I find that spraying the wheels down with Korrosol and jet washing them gets the vast majority of the muck off, even if I haven't washed the car for a month.

That said, I've just bought some Bilt Hamber Auto Wheel to try. It's always very well reviewed and contains their iron remover (Korrosol) plus some other cleaning agents to get rid of other wheel muck.

Give that a try.

However, anything you put on the wheel is just going to "release" it from the wheel and not physically brush it off for you. So if you don't have a pressure washer you're probably always going to need to do some wiping/brushing.
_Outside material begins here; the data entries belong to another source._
/// hall.reduce at 1e4, 1e5, 1e6 and 1e7 readings. The smaller tables are the first 1 and
/// 10 samples of the dataset; the 1e7 table is the dataset tiled ten times under new sample
/// names (the readings repeat, which costs the reduction exactly what new ones would: it
/// does the same work whatever the values), so that generating it stays a matter of seconds.
fn scaling(readings: &DataFrame, sheet: &DataFrame, invoke: InvokeReduce<'_>, million: Option<Timing>) {
    let per_sample = SETPOINT_COUNT * READINGS_PER_TEMPERATURE;
    println!();
    header("hall.reduce as the readings grow (one call)");
    let mut costs: Vec<(usize, f64)> = Vec::new();
    for (samples, repetitions) in SCALING {
        let count = samples * per_sample;
        let timing = match (samples, million) {
            (SAMPLE_COUNT, Some(timing)) => timing,
            _ => {
                let (table, sample_sheet) = if samples <= SAMPLE_COUNT {
                    (readings.slice(0, count), sheet.slice(0, samples))
                } else {
                    tiled(readings, sheet, samples / SAMPLE_COUNT)
                };
                let inputs = vec![("readings".to_owned(), table), ("samples".to_owned(), sample_sheet)];
                bench::measure(WARM_UP, repetitions, || invoke(&inputs))
            }
        };
        line(
            &format!("     {count:.0e} readings ({samples} samples)", count = count as f64),
            &timing,
            count,
        );
        costs.push((count, timing.median_s / count as f64));
    }
    let cost_at = |count: usize| costs.iter().find(|(c, _)| *c == count).map(|(_, cost)| *cost);
    if let (Some(small), Some(large)) = (cost_at(10 * per_sample), cost_at(1000 * per_sample)) {
        let growth = large / small;
        println!(
            "cost per reading: {:.1} ns at 1e5 readings, {:.1} ns at 1e7 ({growth:.2}x); {}",
            small * 1e9,
            large * 1e9,
            if growth <= LINEAR_TOLERANCE {
                format!("linear (within {LINEAR_TOLERANCE}x)")
            } else {
                format!("NOT linear (more than {LINEAR_TOLERANCE}x)")
            }
        );
    }
}

/// Samples of the drifting run of the `drift` section.
const DRIFT_SAMPLE_COUNT: usize = 10;

/// hall.reduce on a run that drifts as a real cryostat does
/// ([`hall_readings::generate_drifting`]), against as many readings of the steady run: what
/// the drift correction (two passes over every drifting group, the first drafted) costs.
fn drift(readings: &DataFrame, sheet: &DataFrame, invoke: InvokeReduce<'_>) {
    let started = Instant::now();
    let (drifting, drifting_sheet) =
        hall_readings::generate_drifting(DRIFT_SAMPLE_COUNT).unwrap_or_else(|message| fail(&message));
    let generation_s = started.elapsed().as_secs_f64();
    let count = drifting.height();
    let drifting_inputs = vec![
        ("readings".to_owned(), drifting),
        ("samples".to_owned(), drifting_sheet),
    ];
    let reduced = invoke(&drifting_inputs);
    let corrected = reduced
        .table
        .column("drift_corrected")
        .and_then(|column| column.bool().cloned())
        .map(|flags| flags.sum().unwrap_or(0))
        .unwrap_or_else(|error| fail(&format!("drift_corrected column: {error}")));
    println!();
    println!(
        "drifting run: {count} readings ({DRIFT_SAMPLE_COUNT} samples, stage drift 30 mK between readings), generated in {generation_s:.2} s; {corrected} of {} rows drift-corrected",
        reduced.table.height()
    );
    header("hall.reduce, drifting against steady readings (one call)");
    let drifting_timing = bench::measure(WARM_UP, REDUCE_REPETITIONS, || invoke(&drifting_inputs));
    line("     drifting run", &drifting_timing, count);
    let steady_inputs = vec![
        ("readings".to_owned(), readings.slice(0, count)),
        ("samples".to_owned(), sheet.slice(0, DRIFT_SAMPLE_COUNT)),
    ];
    let steady_timing = bench::measure(WARM_UP, REDUCE_REPETITIONS, || invoke(&steady_inputs));
    line("     steady run, the same number of readings", &steady_timing, count);
    println!(
        "the drift correction costs {:.2}x the steady reduction",
        drifting_timing.median_s / steady_timing.median_s
    );
}

/// The dataset repeated `copies` times; copy k renames sample "Si-NNN" to "Si-kNNN" (sorted
/// like the copies), in the readings and in the sheet.
fn tiled(readings: &DataFrame, sheet: &DataFrame, copies: usize) -> (DataFrame, DataFrame) {
    let rename = |frame: &DataFrame, copy: usize| -> DataFrame {
        let names = frame
            .column("sample")
            .and_then(|c| c.str().cloned())
            .unwrap_or_else(|error| fail(&format!("sample column: {error}")));
        let renamed: Vec<String> = names
            .iter()
            .map(|name| format!("Si-{copy}{}", &name.unwrap_or("")[3..]))
            .collect();
        let mut frame = frame.clone();
        frame
            .with_column(Column::new("sample".into(), renamed))
            .unwrap_or_else(|error| fail(&format!("cannot rename the samples: {error}")));
        frame
    };
    let mut table = rename(readings, 0);
    let mut sample_sheet = rename(sheet, 0);
    for copy in 1..copies {
        table
            .vstack_mut(&rename(readings, copy))
            .unwrap_or_else(|error| fail(&format!("cannot tile the readings: {error}")));
        sample_sheet
            .vstack_mut(&rename(sheet, copy))
            .unwrap_or_else(|error| fail(&format!("cannot tile the sheet: {error}")));
    }
    table.rechunk_mut();
    sample_sheet.rechunk_mut();
    (table, sample_sheet)
}

/// Stops the benchmark with a message on stderr.
fn fail(message: &str) -> ! {
    bench::fail(BENCH, message)
}

/// One crossing of the boundary in-process: export, then import into a new DataFrame.
fn round_trip(frame: &DataFrame) -> DataFrame {
    let (schema, array) =
        table_ffi::export_frame(frame).unwrap_or_else(|error| fail(&format!("export_frame failed: {error}")));
    // SAFETY: both structures were just exported from a live DataFrame of this process, and
    // their release callbacks are this binary's own code.
    unsafe { table_ffi::import_frame(&schema, array) }
        .unwrap_or_else(|error| fail(&format!("import_frame failed: {error}")))
}

/// Environment variables of the result check: the bench writes the output of `hall.reduce`
/// on its dataset (every column, exact to the last bit, and the summary) to the file named by
/// the first, and compares it with the file named by the second, column by column.
const SAVE_OUTPUT_VARIABLE: &str = "HALL_REDUCE_SAVE_OUTPUT";
const COMPARE_OUTPUT_VARIABLE: &str = "HALL_REDUCE_COMPARE_OUTPUT";
/// The largest relative difference of a number allowed between two versions of the
/// reduction (the project's rule for a change that is meant to leave results alone).
const LARGEST_RELATIVE_CHANGE: f64 = 1e-12;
Only other thing you could do if you don't have a PW is spray the iron remover, then snow foam the wheel with a pump sprayer type thing, so the foam helps move the iron off.

You'll always need to use a mitt or brush on the wheel eventually though. Chemicals alone will never remove everything.

Sent from my LYA-L09 using Tapatalk


----------



## MickCTR (Mar 4, 2006)

Bilt Hamber Auto Wheel would get my vote for your purposes but it will still need some agitation. It’s not a cheap way to clean wheels though, as mentioned above i’d Use the iron remover occasionally and then a citrus degreaser or bilberry (or similar) as maintainence. I also find Gyeon Wet Coat useful as a top up protectant for wheels.


----------



## Brad-ST (Nov 17, 2013)

I think you would need to agitate any wheel cleaner. My current routine is pre wash wheel with ODK Breakdown, jet wash off to get rid of most dirt, spray ODK Rotate diluted at about 10-15:1, agitate, rinse and I get a good finish. I usually use an iron remover every 5 washes or whenever needed & my wheels aren’t sealed either.


----------



## Andy from Sandy (May 6, 2011)

If you were to put a coat of FK1000P on your wheels you wouldn't need to use anything except soap and water for a few months.

Change that to a coating and you could go around a year.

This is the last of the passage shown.